Task: Repeat the stretch of entries below from the line with "from .replicate import" through the line with "atol: float = DEFAULT_ATOL". Include both ends and add nothing.

Collected data entries:
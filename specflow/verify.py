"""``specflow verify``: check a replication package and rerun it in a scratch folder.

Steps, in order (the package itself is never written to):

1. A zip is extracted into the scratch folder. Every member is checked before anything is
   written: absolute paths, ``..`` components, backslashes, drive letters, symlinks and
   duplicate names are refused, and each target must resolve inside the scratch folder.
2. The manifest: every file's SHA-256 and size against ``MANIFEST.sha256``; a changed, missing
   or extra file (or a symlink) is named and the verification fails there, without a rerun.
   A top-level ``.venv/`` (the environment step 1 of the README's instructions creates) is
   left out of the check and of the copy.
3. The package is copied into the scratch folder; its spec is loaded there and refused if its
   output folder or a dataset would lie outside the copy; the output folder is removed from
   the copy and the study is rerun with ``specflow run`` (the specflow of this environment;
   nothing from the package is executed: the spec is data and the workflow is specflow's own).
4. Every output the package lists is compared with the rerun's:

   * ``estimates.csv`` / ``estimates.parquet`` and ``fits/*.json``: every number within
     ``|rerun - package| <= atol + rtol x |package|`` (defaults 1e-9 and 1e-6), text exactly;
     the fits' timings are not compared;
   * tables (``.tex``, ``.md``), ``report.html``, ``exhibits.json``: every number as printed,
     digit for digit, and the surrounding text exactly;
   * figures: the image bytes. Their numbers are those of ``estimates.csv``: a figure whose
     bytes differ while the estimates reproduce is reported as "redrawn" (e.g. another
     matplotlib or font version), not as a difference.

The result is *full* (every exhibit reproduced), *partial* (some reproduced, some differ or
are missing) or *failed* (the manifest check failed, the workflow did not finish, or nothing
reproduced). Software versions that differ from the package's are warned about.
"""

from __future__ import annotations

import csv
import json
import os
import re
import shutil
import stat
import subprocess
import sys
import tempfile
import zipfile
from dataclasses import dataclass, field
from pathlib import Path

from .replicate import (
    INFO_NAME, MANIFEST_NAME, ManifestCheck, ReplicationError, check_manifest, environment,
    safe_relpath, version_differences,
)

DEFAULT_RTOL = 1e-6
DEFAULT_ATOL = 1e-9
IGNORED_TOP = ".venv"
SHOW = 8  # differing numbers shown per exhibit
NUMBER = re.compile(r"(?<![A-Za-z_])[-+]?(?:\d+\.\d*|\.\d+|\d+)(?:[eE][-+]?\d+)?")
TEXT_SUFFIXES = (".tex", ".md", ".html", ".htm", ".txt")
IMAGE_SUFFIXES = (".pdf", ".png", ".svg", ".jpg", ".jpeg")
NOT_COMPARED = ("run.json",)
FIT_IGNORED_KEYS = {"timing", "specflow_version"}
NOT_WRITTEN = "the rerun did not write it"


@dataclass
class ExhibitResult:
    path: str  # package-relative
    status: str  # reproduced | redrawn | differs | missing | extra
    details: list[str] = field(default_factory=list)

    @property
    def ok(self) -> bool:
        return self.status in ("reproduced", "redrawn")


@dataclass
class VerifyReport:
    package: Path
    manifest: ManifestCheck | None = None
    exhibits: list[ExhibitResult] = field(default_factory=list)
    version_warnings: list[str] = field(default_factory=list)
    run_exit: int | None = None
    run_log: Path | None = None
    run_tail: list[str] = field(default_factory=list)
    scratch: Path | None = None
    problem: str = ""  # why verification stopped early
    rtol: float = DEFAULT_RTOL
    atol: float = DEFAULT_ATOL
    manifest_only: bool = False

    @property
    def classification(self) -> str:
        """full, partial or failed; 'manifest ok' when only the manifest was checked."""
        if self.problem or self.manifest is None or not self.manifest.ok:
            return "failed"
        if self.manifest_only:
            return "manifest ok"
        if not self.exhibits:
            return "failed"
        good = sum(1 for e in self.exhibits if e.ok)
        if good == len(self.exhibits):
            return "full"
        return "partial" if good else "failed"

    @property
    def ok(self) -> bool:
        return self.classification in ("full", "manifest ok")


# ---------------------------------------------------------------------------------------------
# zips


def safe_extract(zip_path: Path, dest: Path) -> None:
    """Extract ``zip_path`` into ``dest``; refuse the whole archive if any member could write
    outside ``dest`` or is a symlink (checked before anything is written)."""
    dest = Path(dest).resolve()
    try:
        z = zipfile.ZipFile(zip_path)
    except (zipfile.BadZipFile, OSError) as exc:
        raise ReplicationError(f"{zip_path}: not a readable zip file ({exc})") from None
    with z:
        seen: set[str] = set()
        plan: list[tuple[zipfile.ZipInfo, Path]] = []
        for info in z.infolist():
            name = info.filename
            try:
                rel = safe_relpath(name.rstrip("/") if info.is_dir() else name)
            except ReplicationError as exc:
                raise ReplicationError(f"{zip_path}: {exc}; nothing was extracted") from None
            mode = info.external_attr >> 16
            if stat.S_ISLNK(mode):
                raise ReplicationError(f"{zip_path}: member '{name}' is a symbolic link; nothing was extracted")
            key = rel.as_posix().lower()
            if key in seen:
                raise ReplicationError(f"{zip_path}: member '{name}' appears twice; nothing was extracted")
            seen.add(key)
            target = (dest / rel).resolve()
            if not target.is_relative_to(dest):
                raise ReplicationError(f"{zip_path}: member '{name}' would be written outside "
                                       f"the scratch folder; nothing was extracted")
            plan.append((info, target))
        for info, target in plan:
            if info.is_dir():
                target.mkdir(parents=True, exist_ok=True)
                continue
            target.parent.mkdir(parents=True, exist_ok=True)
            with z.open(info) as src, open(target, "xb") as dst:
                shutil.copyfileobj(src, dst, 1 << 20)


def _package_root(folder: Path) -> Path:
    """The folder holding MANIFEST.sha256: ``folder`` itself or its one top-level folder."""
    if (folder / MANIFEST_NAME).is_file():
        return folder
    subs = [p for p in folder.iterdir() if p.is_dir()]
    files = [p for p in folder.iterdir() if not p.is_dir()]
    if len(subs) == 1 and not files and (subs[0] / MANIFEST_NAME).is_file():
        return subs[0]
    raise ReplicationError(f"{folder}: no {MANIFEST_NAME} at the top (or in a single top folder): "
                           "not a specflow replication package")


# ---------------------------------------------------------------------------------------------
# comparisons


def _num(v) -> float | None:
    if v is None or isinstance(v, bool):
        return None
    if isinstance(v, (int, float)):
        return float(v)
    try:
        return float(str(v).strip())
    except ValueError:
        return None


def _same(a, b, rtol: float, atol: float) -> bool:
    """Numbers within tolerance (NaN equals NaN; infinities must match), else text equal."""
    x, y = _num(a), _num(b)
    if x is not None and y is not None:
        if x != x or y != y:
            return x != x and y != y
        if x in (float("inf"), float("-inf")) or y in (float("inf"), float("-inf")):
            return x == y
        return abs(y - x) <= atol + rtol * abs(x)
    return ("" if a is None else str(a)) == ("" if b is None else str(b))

* * *

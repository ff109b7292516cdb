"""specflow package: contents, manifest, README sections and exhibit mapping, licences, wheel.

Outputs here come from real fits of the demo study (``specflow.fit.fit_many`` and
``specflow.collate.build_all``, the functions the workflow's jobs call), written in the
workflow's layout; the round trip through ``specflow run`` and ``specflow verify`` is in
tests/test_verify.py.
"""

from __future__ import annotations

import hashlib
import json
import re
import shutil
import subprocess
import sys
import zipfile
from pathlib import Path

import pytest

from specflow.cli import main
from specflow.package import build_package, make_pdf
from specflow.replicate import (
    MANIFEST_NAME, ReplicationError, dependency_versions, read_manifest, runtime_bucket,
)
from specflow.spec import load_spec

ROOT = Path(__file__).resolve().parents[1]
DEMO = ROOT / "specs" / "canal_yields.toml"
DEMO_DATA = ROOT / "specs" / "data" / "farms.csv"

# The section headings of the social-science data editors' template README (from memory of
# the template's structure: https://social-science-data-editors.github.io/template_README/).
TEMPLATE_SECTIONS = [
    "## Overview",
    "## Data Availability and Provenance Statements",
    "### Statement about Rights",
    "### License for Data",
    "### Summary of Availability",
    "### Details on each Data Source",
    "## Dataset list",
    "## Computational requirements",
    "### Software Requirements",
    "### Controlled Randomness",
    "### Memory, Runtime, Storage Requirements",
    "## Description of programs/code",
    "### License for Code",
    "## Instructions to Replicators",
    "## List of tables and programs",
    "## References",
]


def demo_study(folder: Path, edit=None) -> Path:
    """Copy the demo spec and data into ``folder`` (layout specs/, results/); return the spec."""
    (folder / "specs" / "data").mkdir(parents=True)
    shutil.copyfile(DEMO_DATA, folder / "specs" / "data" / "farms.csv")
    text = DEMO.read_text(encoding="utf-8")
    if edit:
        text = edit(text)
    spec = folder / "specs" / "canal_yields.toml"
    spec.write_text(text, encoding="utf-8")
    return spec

Solved exercise:
from .replicate import (
    INFO_NAME, MANIFEST_NAME, ManifestCheck, ReplicationError, check_manifest, environment,
    safe_relpath, version_differences,
)

DEFAULT_RTOL = 1e-6
DEFAULT_ATOL = 1e-9
IGNORED_TOP = ".venv"
SHOW = 8  # differing numbers shown per exhibit
NUMBER = re.compile(r"(?<![A-Za-z_])[-+]?(?:\d+\.\d*|\.\d+|\d+)(?:[eE][-+]?\d+)?")
TEXT_SUFFIXES = (".tex", ".md", ".html", ".htm", ".txt")
IMAGE_SUFFIXES = (".pdf", ".png", ".svg", ".jpg", ".jpeg")
NOT_COMPARED = ("run.json",)
FIT_IGNORED_KEYS = {"timing", "specflow_version"}
NOT_WRITTEN = "the rerun did not write it"


@dataclass
class ExhibitResult:
    path: str  # package-relative
    status: str  # reproduced | redrawn | differs | missing | extra
    details: list[str] = field(default_factory=list)

    @property
    def ok(self) -> bool:
        return self.status in ("reproduced", "redrawn")


@dataclass
class VerifyReport:
    package: Path
    manifest: ManifestCheck | None = None
    exhibits: list[ExhibitResult] = field(default_factory=list)
    version_warnings: list[str] = field(default_factory=list)
    run_exit: int | None = None
    run_log: Path | None = None
    run_tail: list[str] = field(default_factory=list)
    scratch: Path | None = None
    problem: str = ""  # why verification stopped early
    rtol: float = DEFAULT_RTOL
    atol: float = DEFAULT_ATOL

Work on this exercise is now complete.